* Required work
Nothing but the lines from the top of the following entries through the line with "expect(curve?.bandByBin?.[10]).toBe('none');" should be printed, exactly as they are.

* Records supplied
══════════

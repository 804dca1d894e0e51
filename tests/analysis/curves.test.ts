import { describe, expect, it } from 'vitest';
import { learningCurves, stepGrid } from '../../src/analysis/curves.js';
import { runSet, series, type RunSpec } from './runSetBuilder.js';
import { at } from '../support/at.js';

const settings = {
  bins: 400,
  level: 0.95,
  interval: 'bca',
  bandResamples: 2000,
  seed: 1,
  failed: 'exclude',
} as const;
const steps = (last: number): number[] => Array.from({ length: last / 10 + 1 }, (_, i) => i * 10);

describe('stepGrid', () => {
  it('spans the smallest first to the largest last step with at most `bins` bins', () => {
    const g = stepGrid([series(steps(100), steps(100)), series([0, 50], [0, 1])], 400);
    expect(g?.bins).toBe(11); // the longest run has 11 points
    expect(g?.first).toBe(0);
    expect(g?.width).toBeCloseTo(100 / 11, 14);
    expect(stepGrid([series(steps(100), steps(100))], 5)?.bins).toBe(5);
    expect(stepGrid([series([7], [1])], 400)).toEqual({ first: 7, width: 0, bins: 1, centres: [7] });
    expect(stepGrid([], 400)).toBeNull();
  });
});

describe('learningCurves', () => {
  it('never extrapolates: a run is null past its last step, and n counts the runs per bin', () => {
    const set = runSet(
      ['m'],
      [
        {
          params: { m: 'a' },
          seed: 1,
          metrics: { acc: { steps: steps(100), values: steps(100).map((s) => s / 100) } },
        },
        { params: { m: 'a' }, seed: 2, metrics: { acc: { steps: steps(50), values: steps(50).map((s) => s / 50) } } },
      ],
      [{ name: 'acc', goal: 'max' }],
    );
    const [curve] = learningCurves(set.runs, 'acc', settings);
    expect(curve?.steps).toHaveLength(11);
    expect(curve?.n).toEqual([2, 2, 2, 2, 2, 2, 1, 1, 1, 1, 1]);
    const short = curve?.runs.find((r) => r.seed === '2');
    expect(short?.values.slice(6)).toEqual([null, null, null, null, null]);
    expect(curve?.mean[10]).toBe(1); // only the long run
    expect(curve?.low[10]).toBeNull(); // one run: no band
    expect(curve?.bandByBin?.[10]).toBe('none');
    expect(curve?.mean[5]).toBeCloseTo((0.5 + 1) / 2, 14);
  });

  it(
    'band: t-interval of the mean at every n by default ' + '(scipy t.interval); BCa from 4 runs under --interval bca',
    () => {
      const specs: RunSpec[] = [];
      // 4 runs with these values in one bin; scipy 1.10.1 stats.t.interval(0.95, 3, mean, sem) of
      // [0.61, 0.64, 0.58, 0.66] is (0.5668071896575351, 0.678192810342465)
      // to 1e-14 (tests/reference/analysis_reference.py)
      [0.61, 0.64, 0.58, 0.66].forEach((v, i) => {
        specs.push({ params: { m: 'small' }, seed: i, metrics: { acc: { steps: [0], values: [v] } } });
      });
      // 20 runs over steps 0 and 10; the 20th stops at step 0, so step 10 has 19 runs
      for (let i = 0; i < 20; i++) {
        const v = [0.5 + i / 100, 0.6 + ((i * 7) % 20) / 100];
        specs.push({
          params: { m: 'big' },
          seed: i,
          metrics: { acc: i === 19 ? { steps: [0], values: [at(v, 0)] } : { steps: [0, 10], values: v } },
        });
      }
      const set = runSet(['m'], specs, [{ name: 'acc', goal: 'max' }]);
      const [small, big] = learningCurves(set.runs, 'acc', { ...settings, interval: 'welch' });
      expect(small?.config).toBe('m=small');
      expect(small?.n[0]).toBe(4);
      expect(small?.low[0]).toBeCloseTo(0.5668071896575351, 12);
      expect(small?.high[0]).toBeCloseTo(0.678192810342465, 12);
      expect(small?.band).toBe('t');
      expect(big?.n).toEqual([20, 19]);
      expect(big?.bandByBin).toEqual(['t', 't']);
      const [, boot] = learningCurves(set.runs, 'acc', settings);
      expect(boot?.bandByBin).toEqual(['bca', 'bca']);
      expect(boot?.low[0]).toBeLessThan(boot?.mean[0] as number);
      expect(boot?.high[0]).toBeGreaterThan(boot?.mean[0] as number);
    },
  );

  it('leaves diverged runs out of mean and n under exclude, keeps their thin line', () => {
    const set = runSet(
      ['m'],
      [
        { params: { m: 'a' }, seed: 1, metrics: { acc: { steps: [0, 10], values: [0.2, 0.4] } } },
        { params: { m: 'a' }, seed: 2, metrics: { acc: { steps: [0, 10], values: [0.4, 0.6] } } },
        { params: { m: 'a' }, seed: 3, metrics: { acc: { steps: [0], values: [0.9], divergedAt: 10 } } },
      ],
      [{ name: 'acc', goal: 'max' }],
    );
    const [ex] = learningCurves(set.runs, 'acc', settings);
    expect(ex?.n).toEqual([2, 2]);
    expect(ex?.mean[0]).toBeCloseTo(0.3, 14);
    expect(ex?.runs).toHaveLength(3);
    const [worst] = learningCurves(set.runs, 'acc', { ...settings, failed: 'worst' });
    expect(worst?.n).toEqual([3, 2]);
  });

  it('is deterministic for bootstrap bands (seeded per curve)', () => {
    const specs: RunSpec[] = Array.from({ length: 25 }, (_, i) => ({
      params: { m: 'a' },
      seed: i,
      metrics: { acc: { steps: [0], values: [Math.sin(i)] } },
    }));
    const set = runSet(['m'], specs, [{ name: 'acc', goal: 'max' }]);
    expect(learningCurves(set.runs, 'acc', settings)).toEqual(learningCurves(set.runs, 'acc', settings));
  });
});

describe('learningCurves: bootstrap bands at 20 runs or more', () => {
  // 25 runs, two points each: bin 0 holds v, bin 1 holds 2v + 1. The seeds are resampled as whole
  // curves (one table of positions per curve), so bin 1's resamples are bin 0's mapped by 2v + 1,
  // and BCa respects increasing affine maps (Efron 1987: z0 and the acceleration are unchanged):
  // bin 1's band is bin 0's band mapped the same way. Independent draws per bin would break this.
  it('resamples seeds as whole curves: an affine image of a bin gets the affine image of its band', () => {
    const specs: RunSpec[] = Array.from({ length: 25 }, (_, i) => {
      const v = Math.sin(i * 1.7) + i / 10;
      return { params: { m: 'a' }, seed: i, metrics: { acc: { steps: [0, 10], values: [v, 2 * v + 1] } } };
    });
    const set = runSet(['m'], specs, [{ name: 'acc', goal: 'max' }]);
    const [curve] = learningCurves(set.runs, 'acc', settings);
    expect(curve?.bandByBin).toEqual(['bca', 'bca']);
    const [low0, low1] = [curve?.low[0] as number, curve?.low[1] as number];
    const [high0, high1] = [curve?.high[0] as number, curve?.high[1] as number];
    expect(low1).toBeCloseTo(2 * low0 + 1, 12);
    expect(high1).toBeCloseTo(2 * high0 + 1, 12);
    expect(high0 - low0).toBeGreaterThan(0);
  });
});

══════════

* The answer
repository 804dca1d894e0e51
filename tests/analysis/curves.test.ts
import { describe, expect, it } from 'vitest';
import { learningCurves, stepGrid } from '../../src/analysis/curves.js';
import { runSet, series, type RunSpec } from './runSetBuilder.js';
import { at } from '../support/at.js';

const settings = {
  bins: 400,
  level: 0.95,
  interval: 'bca',
  bandResamples: 2000,
  seed: 1,
  failed: 'exclude',
} as const;
const steps = (last: number): number[] => Array.from({ length: last / 10 + 1 }, (_, i) => i * 10);

describe('stepGrid', () => {
  it('spans the smallest first to the largest last step with at most `bins` bins', () => {
    const g = stepGrid([series(steps(100), steps(100)), series([0, 50], [0, 1])], 400);
    expect(g?.bins).toBe(11); // the longest run has 11 points
    expect(g?.first).toBe(0);
    expect(g?.width).toBeCloseTo(100 / 11, 14);
    expect(stepGrid([series(steps(100), steps(100))], 5)?.bins).toBe(5);
    expect(stepGrid([series([7], [1])], 400)).toEqual({ first: 7, width: 0, bins: 1, centres: [7] });
    expect(stepGrid([], 400)).toBeNull();
  });
});

describe('learningCurves', () => {
  it('never extrapolates: a run is null past its last step, and n counts the runs per bin', () => {
    const set = runSet(
      ['m'],
      [
        {
          params: { m: 'a' },
          seed: 1,
          metrics: { acc: { steps: steps(100), values: steps(100).map((s) => s / 100) } },
        },
        { params: { m: 'a' }, seed: 2, metrics: { acc: { steps: steps(50), values: steps(50).map((s) => s / 50) } } },
      ],
      [{ name: 'acc', goal: 'max' }],
    );
    const [curve] = learningCurves(set.runs, 'acc', settings);
    expect(curve?.steps).toHaveLength(11);
    expect(curve?.n).toEqual([2, 2, 2, 2, 2, 2, 1, 1, 1, 1, 1]);
    const short = curve?.runs.find((r) => r.seed === '2');
    expect(short?.values.slice(6)).toEqual([null, null, null, null, null]);
    expect(curve?.mean[10]).toBe(1); // only the long run
    expect(curve?.low[10]).toBeNull(); // one run: no band
    expect(curve?.bandByBin?.[10]).toBe('none');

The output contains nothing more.